Low cost or free software tools have the biggest potential to create wealth. Most startups are started by people with very little money and a big appetite for risk. For a big company, spending $5000 on a software license to develop a new product is barely noticeable. But to a college student working on an idea, anything more than probably $100 is totally out of the question. Building and releasing free software tools is effectively a way to invest in a huge number of people. Once that small initial cost barrier of software and a laptop is overcome, it’s possible to create wealth thousands to millions of times what you paid by injecting your own labor and education. The education part can be free since anyone can learn to code online for free in a year or less. The labor part is extremely high leverage because of the number of available software tools that speed up development and because the internet solves the distribution problem. The result is a web of tools creating other tools and creating massive wealth very quickly with huge margins and small capital input. 

It’s easy to see how strategic policy can encourage this effect.
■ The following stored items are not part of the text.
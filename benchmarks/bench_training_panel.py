"""Coverage of the change in panel agreement between two phases (figures in DEVELOPERS.md).

Run: PYTHONPATH=. python benchmarks/bench_training_panel.py [--quick]

Two phases of a panel of 14 raters, each phase 60 cases of its own read by every rater
(a complete design, as after a calibration round), judgments from the crossed model
case + rater + residual; the training cuts the residual SD from 1.0 to 0.8. The change in
ICC(A,1) and in Krippendorff's alpha gets the percentile interval of the difference of
each phase's parametric-bootstrap draws (training/panel_change.py); coverage of the true
change over 200 simulated pairs of phases, on a continuous scale (truth from the
variance components) and on a 1-7 scale with rounding and a ceiling (truth from one
panel of 400 raters x 4,000 cases per phase).
"""

from __future__ import annotations

import argparse
import sys
import time
from pathlib import Path

import numpy as np
import pandas as pd

sys.path.insert(0, str(Path(__file__).resolve().parents[1]))

from calibrate.agreement.icc import icc_from_components, krippendorff_alpha  # noqa: E402
from calibrate.agreement.offsets import crossed_layout, fit_additive  # noqa: E402
from calibrate.agreement.readers import henderson_components  # noqa: E402
from calibrate.training.panel_change import agreement_draws, draw_change  # noqa: E402

CASE_SD, RATER_SD = 1.0, 0.4


def panel(rng, n_raters, n_cases, residual_sd, ordinal):
    case = rng.normal(0, CASE_SD, n_cases)
    rater = rng.normal(0, RATER_SD, n_raters)
    y = case[None, :] + rater[:, None] + rng.normal(0, residual_sd, (n_raters, n_cases))
    if ordinal:
        y = np.clip(np.round(4.8 + 1.2 * y), 1, 7)
    r_idx, c_idx = np.indices(y.shape)
    return pd.DataFrame({"rater": [f"r{i}" for i in r_idx.ravel()],
                         "case": [f"c{j}" for j in c_idx.ravel()], "judgment": y.ravel()})


def truth(residual_sd, ordinal):
    if not ordinal:
        icc = CASE_SD ** 2 / (CASE_SD ** 2 + RATER_SD ** 2 + residual_sd ** 2)
        return icc, icc  # alpha at the interval level equals ICC(A,1) in the population
    first = panel(np.random.default_rng(7), 400, 4000, residual_sd, True)
    layout = crossed_layout(first)
    icc = float(icc_from_components(henderson_components(fit_additive(layout)), 400.0)["a1"])
    alpha = krippendorff_alpha(layout.case_index, layout.y, level="ordinal").estimate
    return icc, float(alpha)


def coverage(rng, pairs, ordinal, n_boot):
    (icc_a, alpha_a), (icc_b, alpha_b) = truth(1.0, ordinal), truth(0.8, ordinal)
    scale = dict(scale="ordinal", scale_min=1, scale_max=7) if ordinal else dict(
        scale="continuous", scale_min=None, scale_max=None)
    hits = {"icc": 0, "alpha": 0}
    for _ in range(pairs):
        a = agreement_draws(panel(rng, 14, 60, 1.0, ordinal), n_boot=n_boot, rng=rng, **scale)
        b = agreement_draws(panel(rng, 14, 60, 0.8, ordinal), n_boot=n_boot, rng=rng, **scale)
        for key, true in (("icc", icc_b - icc_a), ("alpha", alpha_b - alpha_a)):
            ch = draw_change(a[key][0], a[key][1], b[key][0], b[key][1], 0.95)
            hits[key] += ch["ci_low"] <= true <= ch["ci_high"]
    return icc_b - icc_a, alpha_b - alpha_a, hits["icc"] / pairs, hits["alpha"] / pairs


def main() -> None:
    parser = argparse.ArgumentParser()
    parser.add_argument("--quick", action="store_true")
    args = parser.parse_args()
    rng = np.random.default_rng(20261203)
    pairs = 40 if args.quick else 200
    t0 = time.perf_counter()
    for ordinal in (False, True):
        d_icc, d_alpha, c_icc, c_alpha = coverage(rng, pairs, ordinal, 500)
        label = "1-7 with rounding" if ordinal else "continuous"
        print(f"{label}: ICC(A,1) change {d_icc:+.3f} covered {c_icc:.3f}; "
              f"alpha change {d_alpha:+.3f} covered {c_alpha:.3f} ({pairs} pairs)", flush=True)
    print(f"({time.perf_counter() - t0:.0f} s)")


if __name__ == "__main__":
    main()
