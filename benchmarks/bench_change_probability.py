"""Calibration of a file's chance of changing side with one more reading.

For each setting, 200 invented panels (20 raters, 300 files, each read by 2, 3 or 5
raters; true values N(0, 1), reader offsets N(0, 0.4^2), noise N(0, 0.7^2); continuous,
or a 1-7 scale centred at 4 with rounding and ends; cut-off 0.3 above the centre, so about
38% of files sit above it): the per-file view estimates ``change_probability`` for every
file, then one fresh reader reads every file again (tests/change_panels.py). Printed per
band of the estimate: files, mean estimate, share that changed, and for the band around
0.3 (0.25-0.35) the share with its 99.9% Clopper-Pearson interval. A last setting breaks
the model on purpose: a fifth of the files have readers twice as noisy as the rest.

Run: PYTHONPATH=. .venv/bin/python benchmarks/bench_change_probability.py
"""

import sys
import time
from pathlib import Path

import numpy as np

sys.path.insert(0, str(Path(__file__).resolve().parents[1]))

from bench_lens_intervals import clopper_pearson  # noqa: E402  (this folder is on the path)
from tests.change_panels import calibration, one_panel  # noqa: E402


def main(n_panels: int = 200):
    settings = [(scale, readers, 0.0) for scale in ("continuous", "ordinal") for readers in (2, 3, 5)]
    for scale, readers, contentious in settings + [("continuous", 3, 0.2)]:
        start = time.time()
        rng = np.random.default_rng(20261203 + readers + (100 if scale == "ordinal" else 0)
                                    + (1000 if contentious else 0))
        parts = [one_panel(rng, readers=readers, scale=scale, contentious=contentious)
                 for _ in range(n_panels)]
        p = np.concatenate([q for q, _ in parts])
        changed = np.concatenate([c for _, c in parts])
        near = (p >= 0.25) & (p < 0.35)
        k, n = int(changed[near].sum()), int(near.sum())
        low, high = clopper_pearson(k, n)
        odd = f", {100 * contentious:.0f}% of files with readers twice as noisy" if contentious else ""
        print(f"\n{scale}, {readers} readers per file{odd}, {n_panels} panels ({time.time() - start:.0f} s)")
        print(calibration(p, changed).to_string(index=False))
        print(f"estimated 0.25-0.35 (mean {p[near].mean():.3f}): changed {k}/{n} = {k / n:.3f} "
              f"[{low:.3f}, {high:.3f}]; mean absolute gap over all files "
              f"{abs(p.mean() - changed.mean()):.4f}")


if __name__ == "__main__":
    main()
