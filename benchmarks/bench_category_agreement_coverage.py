"""Coverage of the case-bootstrap (BCa) intervals of Fleiss' kappa and Gwet's AC1.

The data users have: a 1-7 scale with a ceiling (latent case level + a fixed offset per
rater + noise, shifted up so that many judgments pile up at 7, rounded and clipped), or
binary decisions (the same latent judgment above a cut); few cases; an incomplete design
(each case read by 3 of 6 raters at random) or a complete one. The raters' offsets are
fixed across simulated panels, as the interval holds the readers as they are. The
population value of each coefficient is computed once from 400,000 simulated cases on
the same raters. A coverage figure passes when its 99.9% Clopper-Pearson interval
overlaps the 93-97% band; "below" and "above" are the shares of intervals that miss
with the population value below their lower end or above their upper end (a skewed
miss shows a bias the interval does not correct).

    PYTHONPATH=. python benchmarks/bench_category_agreement_coverage.py [--panels 1000] [--boot 500]

``--jackknife`` scores the reduced form of very many files instead (the normal interval
from the jackknife standard error) on more files per panel (300 and 2,000).
"""

from __future__ import annotations

import argparse
import time

import sys
from pathlib import Path

import numpy as np
from scipy import stats

sys.path.insert(0, str(Path(__file__).resolve().parents[1] / "tests" / "unit"))

from category_simulation import simulate, truth  # noqa: E402

from calibrate.agreement.categories import category_agreement  # noqa: E402


def run(n_cases, readers, binary, panels, n_boot, rng, jackknife=False):
    true_values = truth(readers, binary)
    below, above = np.zeros(2), np.zeros(2)
    for _ in range(panels):
        data = simulate(rng, n_cases, readers, binary)
        found = category_agreement(data, categories=[0, 1] if binary else range(1, 8), n_boot=n_boot, rng=rng,
                                   jackknife=jackknife)
        below += [t < c.ci_low for c, t in zip(found, true_values)]
        above += [t > c.ci_high for c, t in zip(found, true_values)]
    return true_values, panels - below - above, below, above


def clopper_pearson(k, n, level=0.999):
    a = (1 - level) / 2
    lo = stats.beta.ppf(a, k, n - k + 1) if k > 0 else 0.0
    hi = stats.beta.ppf(1 - a, k + 1, n - k) if k < n else 1.0
    return lo, hi


def main():
    parser = argparse.ArgumentParser()
    parser.add_argument("--panels", type=int, default=1000)
    parser.add_argument("--boot", type=int, default=500)
    parser.add_argument("--jackknife", action="store_true", help="score the jackknife interval")
    args = parser.parse_args()
    rng = np.random.default_rng(20261203)
    print(f"{'design':<34} {'coefficient':<14} {'truth':>7} {'coverage':>9} {'below':>6} {'above':>6}  verdict")
    designs = ((30, 3, False), (30, 6, False), (80, 3, False), (30, 3, True), (80, 3, True))
    if args.jackknife:
        designs = ((300, 3, False), (2000, 3, False), (300, 3, True), (2000, 3, True))
    for n_cases, readers, binary in designs:
        start = time.perf_counter()
        true_values, hits, below, above = run(n_cases, readers, binary, args.panels, args.boot, rng,
                                              args.jackknife)
        design = f"{'binary' if binary else '1-7'} {n_cases} cases, {readers} of 6 read each"
        for j, (name, t) in enumerate(zip(("Fleiss' kappa", "Gwet's AC1"), true_values)):
            lo, hi = clopper_pearson(int(hits[j]), args.panels)
            verdict = "pass" if hi >= 0.93 and lo <= 0.97 else "FAIL"
            print(f"{design:<34} {name:<14} {t:7.3f} {hits[j] / args.panels:9.3f} "
                  f"{below[j] / args.panels:6.3f} {above[j] / args.panels:6.3f}  {verdict}")
        print(f"  ({time.perf_counter() - start:.1f} s)")


if __name__ == "__main__":
    main()
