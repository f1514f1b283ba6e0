"""Coverage of the recovered weights' 95% CIs on a planned design.

200 simulated raters each read the 40 files a plan chose from a correlated pool
(three 1-7 cues, r = .5) plus hidden repeats; each judges by a known linear policy
plus normal error, optionally rounded and clipped to 1-7. All raters are fitted in
one fit_policies call (first judgments only).

    PYTHONPATH=. python benchmarks/plan_weight_coverage.py
"""

from __future__ import annotations

import numpy as np
import pandas as pd

from calibrate.data.cues import CueRule, build_cue_design
from calibrate.design.plan import plan_exercise
from calibrate.policy.fit import fit_policies

CUES = ("grades", "essay", "interview")
TRUE = np.array([0.5, 0.3, 0.2])


def weight_coverage(n_raters: int = 200, files_per_rater: int = 40, rounded: bool = True, seed: int = 0,
                    method: str = "uncorrelated", noise: float = 0.6) -> float:
    rng = np.random.default_rng(seed)
    cov = np.full((3, 3), 0.5) + 0.5 * np.eye(3)
    X = np.clip(np.round(4 + 1.5 * rng.multivariate_normal(np.zeros(3), cov, 400)), 1, 7)
    pool = pd.DataFrame({"file": [f"p{i}" for i in range(400)], **dict(zip(CUES, X.T))})
    raters = [f"r{i:03d}" for i in range(n_raters)]
    plan = plan_exercise(pool, raters, files_per_rater, method=method, seed=seed)
    first = plan.key[plan.key.showing == 1][["rater", "file"]].rename(columns={"file": "case"})
    cues = pool.set_index("file").loc[first["case"], list(CUES)].to_numpy()
    y = 1 + cues @ TRUE + rng.normal(0, noise, len(first))
    first = first.assign(judgment=np.clip(np.round(y), 1, 7) if rounded else y)
    design = build_cue_design(plan.file_cues.set_index("file"), [CueRule(c) for c in CUES])
    fitted = fit_policies(design, first, scale="ordinal" if rounded else "continuous", n_boot=0)
    hits = [(p.ci_low[c] <= w <= p.ci_high[c]) for p in fitted.raters for c, w in zip(CUES, TRUE)]
    return float(np.mean(hits))


if __name__ == "__main__":
    for rounded in (False, True):
        for method in ("uncorrelated", "representative"):
            print(f"rounded={rounded!s:5} {method:>14} coverage={weight_coverage(rounded=rounded, method=method):.3f}")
Governments should freely distribute any tools that they create and should have a group dedicated to building high leverage tools. The US government shares many of its unclassified software tools at code.gov, which currently hosts about 6500 repositories. Other agencies release their tools through additional code repositories and technology transfer programs. These agencies include NSA, DHS, USGS, FAA, USDA, and the military. The US government also has many national labs that work on building tools (software, hardware, and processes) that are released to the public. However, I don’t know of any US government organization that specifically builds high leverage software tools to make technology more accessible. Why doesn’t the government create things like pyTorch or TensorFlow? Identifying new technologies and writing powerful, general use tools that make the technology easy to use would not only help the US economy, it would help the world. And lifting the global economy is good for global stability.

The takeaway from all of this is simple: if you want to create a lot of wealth, build the highest leverage tool you possibly can. It should be something that other people can start companies around. And it should probably (but not necessarily) be software.